HIST 203A – Social Theory and Comparative History Prof. C. Koh and Prof. M. Zhang M, 1pm-3:50pm This seminar considers the synchronicities and structural parallels across early modern Eurasia, with a focus on the Qing and Ottoman empires as two case studies. We focus on three broad areas: Imperial Ideology (Empires of Thought), Imperial Operations (Empires in Practice), and Society, Materiality, and Knowledge (Empires of Things). Early modern empires confronted many similar problems: the ideological and administrative problems of managing diversity, the informational and fiscal problems caused by distance, the centrifugal and centripetal tensions of power, and the delineation and co-optation of status groups, to name a few. The many different solutions that had developed in different regions also shared some striking similarities in their underlying logic. In jointly exploring such differences and commonalities across early modern Eurasia, we aim to devise fresh methodological approaches to tackle old comparative questions in new ways.
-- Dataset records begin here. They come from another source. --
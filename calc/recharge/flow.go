package recharge

// Flow carries V_BS through periods of one element. What repeated passes share is computed once, and each pass starts from what the one before
// found, so that a sequence of similar periods is fast. Not for several goroutines at once.
type Flow struct{ w law }

// Flow returns the flow of the element.
func (e Element) Flow() Flow { return Flow{w: e.law()} }

// Passage is what happens to V_BS in one period, from just before its rising edge to just before the next. Slopes are derivatives by V_BS before
// the edge.
type Passage struct {
	Next, NextSlope  float64 // V_BS just before the next edge [V], [1]
	After            float64 // V_BS just after the rising edge [V]
	OnEnd            float64 // V_BS at the end of the on-time [V]
	Low, High        float64 // lowest and highest [V]
	HighInterval     int     // index into Period.Off of the interval that ends at High; -1: the edge, the on-time or the charge returned
	Recovery         float64 // Q_rr that left at the rising edge [C]
	Drawn, Recharged float64 // charge of edges, less Return, and loads; ∫i dt through the element [C]
}

// Pass carries V_BS = v [V], just before the rising edge, through a period of the flow's element.
func (f *Flow) Pass(p *Period, v float64) Passage {
	var tr trace
	next, slope := p.pass(&f.w, v, &tr)
	return Passage{Next: next, NextSlope: slope, After: tr.after, OnEnd: tr.onEnd, Low: tr.low, High: tr.high, HighInterval: tr.highest,
		Recovery: tr.recovery, Drawn: tr.drawn, Recharged: tr.carried}
}
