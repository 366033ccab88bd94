package recharge

import (
	"errors"
	"fmt"
	"math"

	"floatrail/calc/internal/numeric"
)

const (
	highestEmission = 2.0  // n of recombination current: no junction has more [1]
	singleEmission  = 1.5  // n assumed when one point is all there is [1]
	lowestFitSlope  = 1e-6 // least n·V_T that a fit to more than two points may take [V]
)

// FitJunction fits the static law to points of a forward characteristic taken at tempC [°C] (NaN: 25 °C), in order of rising
// current. A known seriesResistance [ohm] (NaN: unknown) is subtracted first. n·V_T is at most 2·kT/q; what the points show
// beyond that becomes r_D.
//
// One point: n = 1.5 through it. Two points: through both exactly, with r_D = 0 unless n·V_T would exceed its limit. More:
// least squares of the voltages over (n·V_T, ln I_S, r_D) with 1 µV <= n·V_T <= 2·kT/q and r_D >= 0, every point weighted alike; the
// best of the feasible faces of that box is taken, and the +1 in the logarithm by fixed-point iteration. The
// fitted law always rises with current.
func FitJunction(points []DiodePoint, seriesResistance, tempC float64) (Junction, error) {
	if tempC != tempC {
		tempC = 25
	}
	vt := thermalVoltagePerKelvin * (tempC + zeroCelsius)
	if !(vt > 0) || math.IsInf(vt, 0) {
		return Junction{}, fmt.Errorf("temperature %g °C is not above absolute zero", tempC)
	}
	known := seriesResistance
	if known != known {
		known = 0
	}
	if known < 0 || math.IsInf(known, 0) {
		return Junction{}, fmt.Errorf("series resistance %g ohm is negative or infinite", known)
	}
	inner, err := withoutSeries(points, known)
	if err != nil {
		return Junction{}, err
	}
	var j Junction
	switch len(inner) {
	case 1:
		p := inner[0]
		j.Slope = singleEmission * vt
		j.LogSaturation = saturation(p.Current, p.Voltage, j.Slope)
	case 2:
		j, err = throughTwo(inner[0], inner[1], highestEmission*vt)
	default:
		j, err = leastSquares(inner, highestEmission*vt)
	}
	if err != nil {
		return Junction{}, err
	}
	j.Resistance += known
	return j, nil
}

// withoutSeries checks the points and returns those of the inner diode, i.e. less r·i.
func withoutSeries(points []DiodePoint, r float64) ([]DiodePoint, error) {
	if len(points) == 0 {
		return nil, errors.New("a diode fit needs at least one point")
	}
	inner := make([]DiodePoint, len(points))
	for k, p := range points {
		if !(p.Current > 0) || !(p.Voltage > 0) || math.IsInf(p.Current, 0) || math.IsInf(p.Voltage, 0) {
			return nil, fmt.Errorf("point %d (%g V at %g A) is not in the forward region", k, p.Voltage, p.Current)
		}
		inner[k] = DiodePoint{p.Current, p.Voltage - r*p.Current}
		if !(inner[k].Voltage > 0) {
			return nil, fmt.Errorf("series resistance %g ohm drops more than the %g V of point %d", r, p.Voltage, k)
		}
		if k == 0 {
			continue
		}
		a, b := inner[k-1], inner[k]
		switch {
		case !(b.Current > a.Current):
			return nil, fmt.Errorf("points %d and %d are not in order of rising current", k-1, k)
		case !(b.Voltage > a.Voltage):
			return nil, fmt.Errorf("voltage does not rise from point %d to point %d once series resistance is subtracted", k-1, k)
		case !(b.Voltage*a.Current < a.Voltage*b.Current):
			return nil, fmt.Errorf("points %d and %d curve away from any diode: voltage rises faster than current", k-1, k)
		}
	}
	return inner, nil
}

// throughTwo passes the law exactly through two points. With I_S = i1/expm1(v1/m) the second point reads v2 =
// m·log1p((i2/i1)·expm1(v1/m)), rising in m from v1 to v1·i2/i1; above the limit of m, r_D is the root instead.
func throughTwo(a, b DiodePoint, limit float64) (Junction, error) {
	ratio := b.Current / a.Current
	second := func(m, v1 float64) float64 {
		if x := v1 / m; x > 40 {
			return v1 + m*math.Log(ratio)
		} else if x > 0 {
			return m * math.Log1p(ratio*math.Expm1(x))
		}
		return v1 * ratio
	}
	if second(limit, a.Voltage) >= b.Voltage {
		low := (b.Voltage - a.Voltage) / math.Log(ratio) // exact where I_S is far below i1; else the root lies above or below
		m, ok := low, low > 0 && a.Voltage/low > 40
		if !ok {
			m, ok = numeric.Root(func(m float64) float64 { return second(m, a.Voltage) - b.Voltage }, low*1e-3, limit, 1e-15*limit)
		}
		if !ok {
			return Junction{}, errors.New("no diode passes through the two points")
		}
		return Junction{Slope: m, LogSaturation: saturation(a.Current, a.Voltage, m)}, nil
	}
	r, ok := numeric.Root(func(r float64) float64 {
		return second(limit, a.Voltage-r*a.Current) + r*b.Current - b.Voltage
	}, 0, a.Voltage/a.Current*(1-1e-12), 1e-15*a.Voltage/a.Current)
	if !ok {
		return Junction{}, errors.New("no diode passes through the two points")
	}
	return Junction{Slope: limit, LogSaturation: saturation(a.Current, a.Voltage-r*a.Current, limit), Resistance: r}, nil
}

// leastSquares fits v = m·(ln i - ln I_S) + r·i + m·ln(1 + I_S/i), linear but for the last, small term, which is carried over
// from the previous pass.
func leastSquares(points []DiodePoint, limit float64) (Junction, error) {
	var j Junction
	rest := make([]float64, len(points))
	for pass := range 200 {
		for k, p := range points {
			rest[k] = p.Voltage
			if pass > 0 {
				rest[k] -= j.Slope * math.Log1p(math.Exp(j.LogSaturation-math.Log(p.Current)))
			}
		}
		next := linearFit(points, rest, limit)
		if next.Slope != next.Slope || next.LogSaturation != next.LogSaturation {
			return Junction{}, errors.New("no diode fits the points")
		}
		done := math.Abs(next.LogSaturation-j.LogSaturation) <= 1e-13*math.Abs(next.LogSaturation) &&
			math.Abs(next.Slope-j.Slope) <= 1e-13*next.Slope
		j = next
		if done {
			return j, nil
		}
	}
	return Junction{}, errors.New("no diode fits the points: the least squares do not settle")
}

// linearFit minimises Σ(y - a - m·ln i - r·i)² over a, m within [lowestFitSlope, limit] and r >= 0; y [V], limit [V].
func linearFit(points []DiodePoint, y []float64, limit float64) Junction {
	n := float64(len(points))
	var meanL, meanI, meanY float64
	for k, p := range points {
		meanL, meanI, meanY = meanL+math.Log(p.Current)/n, meanI+p.Current/n, meanY+y[k]/n
	}
	var ll, li, ii, ly, iy float64
	for k, p := range points {
		l, i, v := math.Log(p.Current)-meanL, p.Current-meanI, y[k]-meanY
		ll, li, ii, ly, iy = ll+l*l, li+l*i, ii+i*i, ly+l*v, iy+i*v
	}
	// a convex quadratic in (m, r): its minimum in the box is the free one or lies on a face
	m, r := (ly*ii-iy*li)/(ll*ii-li*li), (iy*ll-ly*li)/(ll*ii-li*li)
	if !(m >= lowestFitSlope && m <= limit && r >= 0) {
		best := math.Inf(1)
		try := func(mt, rt float64) {
			if cost := ll*mt*mt + 2*li*mt*rt + ii*rt*rt - 2*ly*mt - 2*iy*rt; cost < best {
				best, m, r = cost, mt, rt
			}
		}
		try(math.Min(math.Max(ly/ll, lowestFitSlope), limit), 0)
		for _, edge := range [2]float64{lowestFitSlope, limit} {
			try(edge, math.Max(0, (iy-li*edge)/ii))
		}
	}
	a := meanY - m*meanL - r*meanI
	return Junction{Slope: m, LogSaturation: -a / m, Resistance: r}
}
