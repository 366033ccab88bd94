// Package guard protects the service from its callers and from itself: limits on requests, as much work at once as there are processors,
// a short queue, a deadline on everything, and panics that end one call instead of all.
package guard

import (
	"context"
	"sync"
)

// Lanes keep what takes a millisecond apart from what takes a second, so that neither waits for the other.
type Lanes struct {
	ClosedForm *Lane
	Simulation *Lane // simulated switching events, and studies
}

// Lane lets as many calls through at once as it is wide and lets a bounded number wait, in the order of their arrival.
type Lane struct {
	width, depth int
	changed      func(waiting, running int)

	mu      sync.Mutex
	running int
	queue   []chan struct{} // closed when its turn has come
}

// NewLane returns a lane of that width and depth of queue. changed is told, in order, of every change in the calls that wait and run.
func NewLane(width, depth int, changed func(waiting, running int)) *Lane {
	return &Lane{width: width, depth: depth, changed: changed}
}

// Enter waits for a place. It fails at once with errFull where the queue is full, and with the context's error where that ends first. Each
// success is to be followed by one Leave.
func (l *Lane) Enter(ctx context.Context) error {
	if err := ctx.Err(); err != nil {
		return err
	}
	l.mu.Lock()
	if l.running < l.width {
		l.running++
		l.tell()
		l.mu.Unlock()
		return nil
	}
	if len(l.queue) >= l.depth {
		l.mu.Unlock()
		return errFull
	}
	turn := make(chan struct{})
	l.queue = append(l.queue, turn)
	l.tell()
	l.mu.Unlock()
	select {
	case <-turn:
		return nil
	case <-ctx.Done():
	}
	l.mu.Lock()
	defer l.mu.Unlock()
	for i, other := range l.queue {
		if other == turn {
			l.queue = append(l.queue[:i], l.queue[i+1:]...)
			l.tell()
			return ctx.Err()
		}
	}
	// The turn came in the same moment: it is passed on.
	l.next()
	return ctx.Err()
}

// Leave gives the place to the next call that waits.
func (l *Lane) Leave() {
	l.mu.Lock()
	defer l.mu.Unlock()
	l.next()
}

// next hands one place on; the caller holds the lock.
func (l *Lane) next() {
	if len(l.queue) > 0 {
		close(l.queue[0])
		l.queue = l.queue[1:]
	} else {
		l.running--
	}
	l.tell()
}

func (l *Lane) tell() { l.changed(len(l.queue), l.running) }
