package recharge

import "math"

var nan = math.NaN()
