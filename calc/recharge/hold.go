package recharge

import "math"

// Hold returns the voltage [V] of a capacitor c [F] after the time t [s] under a constant load current [A] and a conductance [S]
// across it, from v0 [V] and without recharge: v = (v0 + I/G)·e^(-G·t/C) - I/G; G -> 0: v0 - I·t/C.
func Hold(v0, current, conductance, c, t float64) float64 {
	x := conductance * t / c
	if x == 0 {
		return v0 - current*t/c
	}
	return v0*math.Exp(-x) + current*t/c*math.Expm1(-x)/x
}

// HoldTime returns the time [s] after which Hold comes down to level [V]: 0 when v0 is there already, +Inf when it never does.
func HoldTime(v0, current, conductance, c, level float64) float64 {
	if level >= v0 {
		return 0
	}
	drawn := current + conductance*level // at the level [A]
	if drawn <= 0 {
		return math.Inf(1)
	}
	x := conductance * (v0 - level) / drawn
	if x < 1e-9 {
		return c * (v0 - level) / drawn * (1 - x/2)
	}
	return c / conductance * math.Log1p(x)
}
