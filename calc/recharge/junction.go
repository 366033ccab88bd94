package recharge

import "math"

const (
	thermalVoltagePerKelvin = 1.380649e-23 / 1.602176634e-19 // k/q, exact SI constants [V/K]
	zeroCelsius             = 273.15                         // [K]
	dropPerKelvin           = -2e-3                          // silicon forward drop at constant current, from memory [V/K]
	sharpestSlope           = 1e-9                           // a smaller n·V_T is taken as this: an ideal diode [V]
)

// DiodePoint is one point of a forward characteristic.
type DiodePoint struct {
	Current float64 // forward current [A]
	Voltage float64 // forward voltage at that current [V]
}

// Junction is the static law of a diode, v = n·V_T·ln(1 + i/I_S) + r_D·i [V], at one temperature.
type Junction struct {
	Slope         float64 // n·V_T; below 1 nV it is taken as 1 nV [V]
	LogSaturation float64 // ln(I_S/1 A); I_S itself underflows for sharp characteristics [1]
	Resistance    float64 // r_D [ohm]
}

// Voltage returns the drop at the current i [A], series resistance included [V]. Below -I_S there is none: -Inf.
func (j Junction) Voltage(i float64) float64 {
	return j.junctionVoltage(i) + j.Resistance*i
}

// junctionVoltage is n·V_T·ln(1 + i/I_S) [V] at the current i [A].
func (j Junction) junctionVoltage(i float64) float64 {
	slope := math.Max(j.Slope, sharpestSlope)
	switch {
	case i > 0:
		d := math.Log(i) - j.LogSaturation
		if d > 40 {
			return slope * d
		}
		return slope * math.Log1p(math.Exp(d))
	case i == 0:
		return 0 * (slope + j.LogSaturation)
	default:
		d := math.Log(-i) - j.LogSaturation
		if d >= 0 {
			return math.Inf(-1)
		}
		return slope * math.Log1p(-math.Exp(d))
	}
}

// AtTemperature moves the law from fromC to tempC [°C]: n·V_T scales with the absolute temperature, then ln I_S is set so that
// the drop at the upper point's current moves by -2 mV/K (silicon, from memory). r_D stays. The junction's part of that drop
// is kept at n·V_T·ln 2 or more (I_S at most that current), where -2 mV/K would make a low drop vanish or turn negative.
func (j Junction) AtTemperature(tempC, fromC float64, upper DiodePoint) Junction {
	if tempC == fromC {
		return j
	}
	slope := math.Max(j.Slope, sharpestSlope)
	moved := slope * (tempC + zeroCelsius) / (fromC + zeroCelsius)
	drop := math.Max(j.junctionVoltage(upper.Current)+dropPerKelvin*(tempC-fromC), moved*math.Ln2)
	return Junction{Slope: moved, LogSaturation: saturation(upper.Current, drop, moved), Resistance: j.Resistance}
}

// saturation returns ln I_S [1] of the junction with slope n·V_T [V] that drops v [V] at i [A]: I_S = i/(e^(v/(n·V_T)) - 1).
func saturation(i, v, slope float64) float64 {
	x := v / slope
	return math.Log(i) - x - math.Log(-math.Expm1(-x))
}
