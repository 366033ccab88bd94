package recharge

// Trace calls f with V_BS [V] over a period from V_BS = v just before its rising edge, at times from that edge on [s]: before and after the edge, and
// at a number of points of every interval.
func (p *Period) Trace(v float64, points int, f func(t, v float64)) {
	w := p.Element.law()
	f(0, v)
	var tr trace
	p.pass(&w, v, &tr)
	v = tr.after
	f(0, v)
	t := 0.0
	follow := func(iv Interval) {
		if !(iv.Duration > 0) {
			return
		}
		part := iv
		for k := 1; k <= points; k++ {
			part.Duration = iv.Duration * float64(k) / float64(points)
			at, _, _ := w.advance(v, &part, p.Capacitance)
			f(t+part.Duration, at)
		}
		v, _, _ = w.advance(v, &iv, p.Capacitance)
		t += iv.Duration
	}
	w.interval = 0
	follow(p.On)
	if p.Return != 0 {
		v += p.Return / p.Capacitance
		f(t, v)
	}
	for k := range p.Off {
		follow(p.Off[k])
	}
}
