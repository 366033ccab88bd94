package recharge

import (
	"encoding/json"
	"math"
	"os"
	"testing"
)

type referenceInterval struct {
	Duration, Drive, Load, Conductance float64
	Conducts                           bool
}

type referenceCase struct {
	Name    string
	Element struct {
		Slope         float64
		LogSaturation float64 `json:"log_saturation"`
		Resistance    float64
		Switch        bool
	}
	Capacitance, Charge, Return, Start, Lockout float64

	ChargePerVolt float64 `json:"charge_per_volt"`
	RecoverySpec  float64 `json:"recovery_spec"`
	RecoveryTau   float64 `json:"recovery_tau"`
	On            referenceInterval
	Off           []referenceInterval
	Expected      struct {
		Collapses                          bool
		Before, After, Low, High, Recovery float64
		Periods                            int
	}
}

func (r referenceCase) period() Period {
	p := Period{
		Element: Element{
			Junction:   Junction{Slope: r.Element.Slope, LogSaturation: r.Element.LogSaturation},
			Resistance: r.Element.Resistance, Switch: r.Element.Switch,
		},
		Capacitance: r.Capacitance, On: r.On.interval(), Charge: r.Charge, ChargePerVolt: r.ChargePerVolt, Return: r.Return,
		RecoverySpec: r.RecoverySpec, RecoveryTau: r.RecoveryTau, Start: r.Start, Lockout: r.Lockout,
	}
	for _, iv := range r.Off {
		p.Off = append(p.Off, iv.interval())
	}
	return p
}

func (r referenceInterval) interval() Interval {
	return Interval{Duration: r.Duration, Drive: r.Drive, Conducts: r.Conducts, Load: r.Load, Conductance: r.Conductance}
}

func readReference(tb testing.TB) (cases []referenceCase) {
	tb.Helper()
	text, err := os.ReadFile("../../testdata/reference/recharge.json")
	if err != nil {
		tb.Fatal(err)
	}
	var doc struct {
		Scipy string
		Cases []referenceCase
	}
	if err := json.Unmarshal(text, &doc); err != nil {
		tb.Fatal(err)
	}
	if doc.Scipy == "" || len(doc.Cases) < 70 {
		tb.Fatalf("SciPy %q, %d cases", doc.Scipy, len(doc.Cases))
	}
	return doc.Cases
}

// Against numerical integration of the differential equation: testdata/reference/recharge.py, SciPy 1.10.1, solve_ivp LSODA at
// rtol 1e-11 and brentq. Its own error, amplified by 1/(1 - slope of the map), stays below 1e-8 V.
func TestSteadyStateAgainstIntegration(t *testing.T) {
	const tolerance = 1e-8 // [V]
	worst, collapsed := 0.0, 0
	for _, r := range readReference(t) {
		p := r.period()
		s := p.SteadyState()
		if !s.Converged || s.Collapses != r.Expected.Collapses {
			t.Errorf("%s: %+v, want collapse %v", r.Name, s, r.Expected.Collapses)
			continue
		}
		if s.Collapses {
			collapsed++
			if s.PeriodsToLockout != r.Expected.Periods {
				t.Errorf("%s: %d periods to lockout, want %d", r.Name, s.PeriodsToLockout, r.Expected.Periods)
			}
			continue
		}
		for _, c := range []struct {
			what      string
			got, want float64
		}{
			{"before edge", s.BeforeEdge, r.Expected.Before}, {"after edge", s.AfterEdge, r.Expected.After},
			{"low", s.Low, r.Expected.Low}, {"high", s.High, r.Expected.High},
			{"recovery", s.Recovery / p.Capacitance, r.Expected.Recovery / p.Capacitance},
		} {
			d := math.Abs(c.got - c.want)
			worst = math.Max(worst, d)
			if !(d <= tolerance) {
				t.Errorf("%s: %s %.10f V, want %.10f, off by %.2g", r.Name, c.what, c.got, c.want, d)
			}
		}
		if s.Iterations > 14 {
			t.Errorf("%s: %d evaluations of the map", r.Name, s.Iterations)
		}
	}
	if collapsed < 5 {
		t.Errorf("only %d collapsing cases", collapsed)
	}
	t.Logf("largest difference %.2g V", worst)
}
The course is offered in conjunction with the 2025-26 Core Program at the UCLA 17th- and 18th-century Studies. Students will be well prepared with the relevant historiographies after taking this course and are encouraged to attend the conferences.

*HIST 204A: Departmental Seminar: Approaches, Methods, Debates, Practices (*required for first year students) Prof. K. Terraciano T, 2pm-4:50pm Required of all first-year departmental graduate students. Introduction to range of important methodological approaches and theoretical debates about writing of history that are influential across fields, geographical contexts, and temporal periods to stimulate conversation and connection across fields, inviting students to think collectively and expansively about study and praxis of history. Introduction to sampling of scholarship produced by department faculty members with whom students may work.
HIST 213A – History of Women, Men, Sexuality Prof. K. Marino W, 2pm-4:50pm Seminar, three hours. Readings include historiography and theory, as well as classic and new historical studies drawn widely from U.S., European, Latin American, Middle Eastern, and Asian history to have diversity of interests and perspectives represented and discussed. S/U or letter grading.
HIST M218 – Paleography of Latin and Vernacular Manuscripts, 900 to 1500 Prof. M. Fisher Thrs, 2pm-4:50pm Lecture, three hours; discussion, two hours. Introduction to history of Latin and vernacular manuscript book from 900 to 1500 to (1) train students to make informed judgments with regard to place and date of origin, (2) provide training in accurate reading and transcription of later medieval scripts, and (3) examine manuscript book as witness to changing society that produced it. Focus on relationship between Latin manuscripts and vernacular manuscripts with regard to their respective presentation of written texts. S/U or letter grading.
HIST M299 – Interdisciplinary American Studies Prof. U. McMillan T, 12pm-2:50pm Discussion, four hours. Readings, discussion, and papers on common theme, team-taught by faculty members from different departments. Topics vary according to participating faculty. May be repeated for credit with consent of instructors. S/U or letter grading.